§ **How to complete this task**
Lines from the beginning of the entries up to and including the one with "compare with the committed JSON" must be duplicated word for word; leave out all others.

§ **Given information**
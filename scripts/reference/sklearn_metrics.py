#!/usr/bin/python3
"""Reference values for headroom's metrics (src/curve/metrics.ts), computed with scikit-learn.

Run with Debian's interpreter and packages (python3-sklearn, python3-numpy), not a virtualenv:

    /usr/bin/python3 scripts/reference/sklearn_metrics.py           # rewrite the JSON
    /usr/bin/python3 scripts/reference/sklearn_metrics.py --check   # compare with the committed JSON

It builds a few fixed inputs (hand-made label/probability arrays with tied scores, probabilities of
exactly 0 and 1, ties between classes, a class absent from the held-out rows, and seeded random
arrays made of small integer counts so that scores tie often) and records, for each:

  classification (labels 0..K-1, probabilities rows x K, predicted class = argmax, ties to the lower
  index as numpy's argmax):
    accuracy           accuracy_score(y, argmax)
    balanced_accuracy  balanced_accuracy_score(y, argmax)
    roc_auc            roc_auc_score(y, p[:, 1]) for two classes; roc_auc_score(y, p,
                       multi_class="ovr", average="macro", labels=0..K-1) for more; null where
                       scikit-learn raises (a class absent from y), with its message
    log_loss           log_loss(y, p, labels=0..K-1) (clips at numpy's float64 eps, renormalizes rows)
    brier              brier_score_loss(y, p[:, 1]) for two classes; for more classes scikit-learn 1.2
                       has no multiclass Brier score, so the value is Brier's (1950) multi-category
                       score mean_i sum_k (p_ik - [y_i = k])^2 evaluated here with numpy
    f1_macro           f1_score(y, argmax, average="macro") with scikit-learn's default labels
  regression:
    rmse               mean_squared_error(y, yhat, squared=False)
    mae                mean_absolute_error(y, yhat)
    r2                 r2_score(y, yhat); where y is constant scikit-learn returns a conventional
                       0 or 1 (recorded as `r2Conventional`) and headroom calls the score undefined

The output, fixtures/reference/sklearn-metrics.json, is deterministic apart from its `generated` date
and the versions. `--check` recomputes and exits with status 1 when any input differs, or any value
differs from the committed one by more than 1e-12 * max(1, |committed|), or a value's definedness
differs; status 0 otherwise. The script prints one summary line and nothing else.
"""

import argparse
import datetime
import os
import sys
import warnings

import numpy as np
import sklearn
from sklearn.metrics import (
    accuracy_score,
    balanced_accuracy_score,
    brier_score_loss,
    f1_score,
    log_loss,
    mean_absolute_error,
    mean_squared_error,
    r2_score,
    roc_auc_score,
)

from _drift import compare, read_json, write_json

ROOT = os.path.dirname(os.path.dirname(os.path.dirname(os.path.abspath(__file__))))
OUTPUT = os.path.join(ROOT, "fixtures", "reference", "sklearn-metrics.json")
CHECK_TOLERANCE = 1e-12
SEED = 20261201


def counts_to_probabilities(counts):
    """Rows of small non-negative integer counts -> rows of probabilities (each row sums to 1)."""
    counts = np.asarray(counts, dtype=np.float64)
    return counts / counts.sum(axis=1, keepdims=True)


def classification_cases():
    rng = np.random.default_rng(SEED)
    cases = {}
    # Two classes, hand-made: tied scores across the classes, probabilities of exactly 0 and 1, and a
    # confident wrong answer (p = 1 for the wrong class) that log loss clips.
    p1 = [0.1, 0.4, 0.35, 0.8, 0.4, 0.4, 0.2, 0.9, 0.65, 0.35, 0.0, 1.0, 1.0, 0.5]
    cases["binaryHandMade"] = {
        "labels": [0, 1, 1, 0, 1, 0, 0, 1, 1, 1, 0, 1, 0, 1],
        "probabilities": [[1 - p, p] for p in p1],
    }
    # Two classes, seeded: probabilities on a grid of tenths, so many scores tie.
    labels = rng.integers(0, 2, size=60)
    p1 = np.clip(np.round(0.5 + 0.3 * (2 * labels - 1) * rng.random(60) + 0.25 * rng.standard_normal(60), 1), 0, 1)
    cases["binarySeeded"] = {"labels": labels.tolist(), "probabilities": [[1 - p, p] for p in p1.tolist()]}
    # Two classes, held-out rows of one class only: ROC AUC is undefined.
    cases["binaryOneClass"] = {
        "labels": [1, 1, 1, 1, 1],
        "probabilities": [[0.3, 0.7], [0.6, 0.4], [0.5, 0.5], [0.1, 0.9], [0.8, 0.2]],
    }
    # Three classes, hand-made: rows whose largest probability is shared by two classes (argmax takes
    # the lower index), tied class scores across rows.
    cases["multiclassHandMade"] = {
        "labels": [0, 1, 2, 2, 1, 0, 2, 1, 0],
        "probabilities": [
            [0.5, 0.3, 0.2],
            [0.4, 0.4, 0.2],
            [0.2, 0.3, 0.5],
            [0.1, 0.45, 0.45],
            [0.2, 0.5, 0.3],
            [0.3, 0.3, 0.4],
            [0.2, 0.3, 0.5],
            [0.6, 0.2, 0.2],
            [0.25, 0.25, 0.5],
        ],
    }
    # Four classes, seeded: probabilities from integer counts 0..4 (ties and zeros are frequent).
    labels = rng.integers(0, 4, size=80)
    counts = rng.integers(0, 5, size=(80, 4))
    counts[np.arange(80), labels] += rng.integers(0, 3, size=80)
    counts[counts.sum(axis=1) == 0, 0] = 1
    cases["multiclassSeeded"] = {
        "labels": labels.tolist(),
        "probabilities": counts_to_probabilities(counts).tolist(),
    }
    # Four classes, class 3 absent from the held-out rows but sometimes predicted: ROC AUC undefined,
    # balanced accuracy averages the three present classes, macro F1 counts class 3 (predicted).
    labels = rng.integers(0, 3, size=30)
    counts = rng.integers(0, 4, size=(30, 4))
    counts[np.arange(30), labels] += 2
    counts[counts.sum(axis=1) == 0, 0] = 1
    cases["multiclassAbsentClass"] = {
        "labels": labels.tolist(),
        "probabilities": counts_to_probabilities(counts).tolist(),
    }
    return cases


def regression_cases():
    rng = np.random.default_rng(SEED + 1)
    cases = {}
    cases["regressionHandMade"] = {
        "targets": [3.0, -0.5, 2.0, 7.0, 4.25, 0.0, 1.5, 2.0],
        "predictions": [2.5, 0.0, 2.0, 8.0, 3.75, -0.25, 1.0, 2.5],
    }
    targets = rng.normal(10.0, 3.0, size=50)
    predictions = targets + rng.normal(0.0, 1.5, size=50)
    cases["regressionSeeded"] = {"targets": targets.tolist(), "predictions": predictions.tolist()}
    cases["regressionConstant"] = {"targets": [2.0, 2.0, 2.0], "predictions": [1.0, 2.5, 2.0]}
    return cases


def classification_expected(case):
    y = np.asarray(case["labels"])
    p = np.asarray(case["probabilities"], dtype=np.float64)
    k = p.shape[1]
    classes = list(range(k))
    predicted = np.argmax(p, axis=1)
    expected = {}
    with warnings.catch_warnings():
        # balanced_accuracy_score warns when a predicted class is absent from y; the value is kept.
        warnings.simplefilter("ignore")
        expected["accuracy"] = float(accuracy_score(y, predicted))
        expected["balanced_accuracy"] = float(balanced_accuracy_score(y, predicted))
        try:
            if k == 2:
                expected["roc_auc"] = float(roc_auc_score(y, p[:, 1]))
            else:
                expected["roc_auc"] = float(roc_auc_score(y, p, multi_class="ovr", average="macro", labels=classes))
        except ValueError as error:
            expected["roc_auc"] = None
            expected["rocAucError"] = str(error)
        expected["log_loss"] = float(log_loss(y, p, labels=classes))
        if k == 2:
            expected["brier"] = float(brier_score_loss(y, p[:, 1]))
        else:
            onehot = (y[:, None] == np.arange(k)[None, :]).astype(np.float64)
            expected["brier"] = float(np.mean(np.sum((p - onehot) ** 2, axis=1)))
        expected["f1_macro"] = float(f1_score(y, predicted, average="macro"))
    return expected


def regression_expected(case):
    y = np.asarray(case["targets"], dtype=np.float64)
    yhat = np.asarray(case["predictions"], dtype=np.float64)
    expected = {
        "rmse": float(mean_squared_error(y, yhat, squared=False)),
        "mae": float(mean_absolute_error(y, yhat)),
    }
    if np.all(y == y[0]):
        expected["r2"] = None
        expected["r2Conventional"] = float(r2_score(y, yhat))
    else:
        expected["r2"] = float(r2_score(y, yhat))
    return expected


def run():
    classification = classification_cases()
    regression = regression_cases()
    return {
        "source": "scikit-learn 1.2 metrics from Debian python3-sklearn (multiclass Brier score: numpy, see brierNote)",
        "command": "/usr/bin/python3 scripts/reference/sklearn_metrics.py",
        "generated": datetime.date.today().isoformat(),
        "versions": {
            "python": sys.version.split()[0],
            "sklearn": sklearn.__version__,
            "numpy": np.__version__,
        },
        "brierNote": "binary: sklearn brier_score_loss(y, p[:, 1]); multiclass: mean_i sum_k (p_ik - [y_i = k])^2 (Brier 1950) with numpy, as sklearn 1.2 has no multiclass Brier score",
        "classification": {
            name: {**case, "classCount": len(case["probabilities"][0]), "expected": classification_expected(case)}
            for name, case in classification.items()
        },
        "regression": {name: {**case, "expected": regression_expected(case)} for name, case in regression.items()},
    }


def main():
    parser = argparse.ArgumentParser(description=__doc__.splitlines()[0])
    parser.add_argument("--check", action="store_true", help="compare a fresh run with the committed JSON")
    args = parser.parse_args()
    fresh = run()
    count = len(fresh["classification"]) + len(fresh["regression"])
    if args.check:
        committed = read_json(OUTPUT)
        problems = []
        for part in ["classification", "regression"]:
            compare(fresh[part], committed[part], CHECK_TOLERANCE, part, problems)
        if problems:
            print(f"sklearn_metrics: {len(problems)} drift(s), first: {problems[0]}")
            sys.exit(1)
        print(
            f"sklearn_metrics: no drift beyond {CHECK_TOLERANCE:g} in {count} cases "
            f"(sklearn {fresh['versions']['sklearn']}, committed with {committed['versions']['sklearn']})"
        )
        return
    write_json(OUTPUT, fresh)
    print(f"sklearn_metrics: wrote {os.path.relpath(OUTPUT, ROOT)} ({count} cases, sklearn {sklearn.__version__})")


if __name__ == "__main__":
    main()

§ **Task result**
filename scripts/reference/sklearn_metrics.py
#!/usr/bin/python3
"""Reference values for headroom's metrics (src/curve/metrics.ts), computed with scikit-learn.

Run with Debian's interpreter and packages (python3-sklearn, python3-numpy), not a virtualenv:

    /usr/bin/python3 scripts/reference/sklearn_metrics.py           # rewrite the JSON
    /usr/bin/python3 scripts/reference/sklearn_metrics.py --check   # compare with the committed JSON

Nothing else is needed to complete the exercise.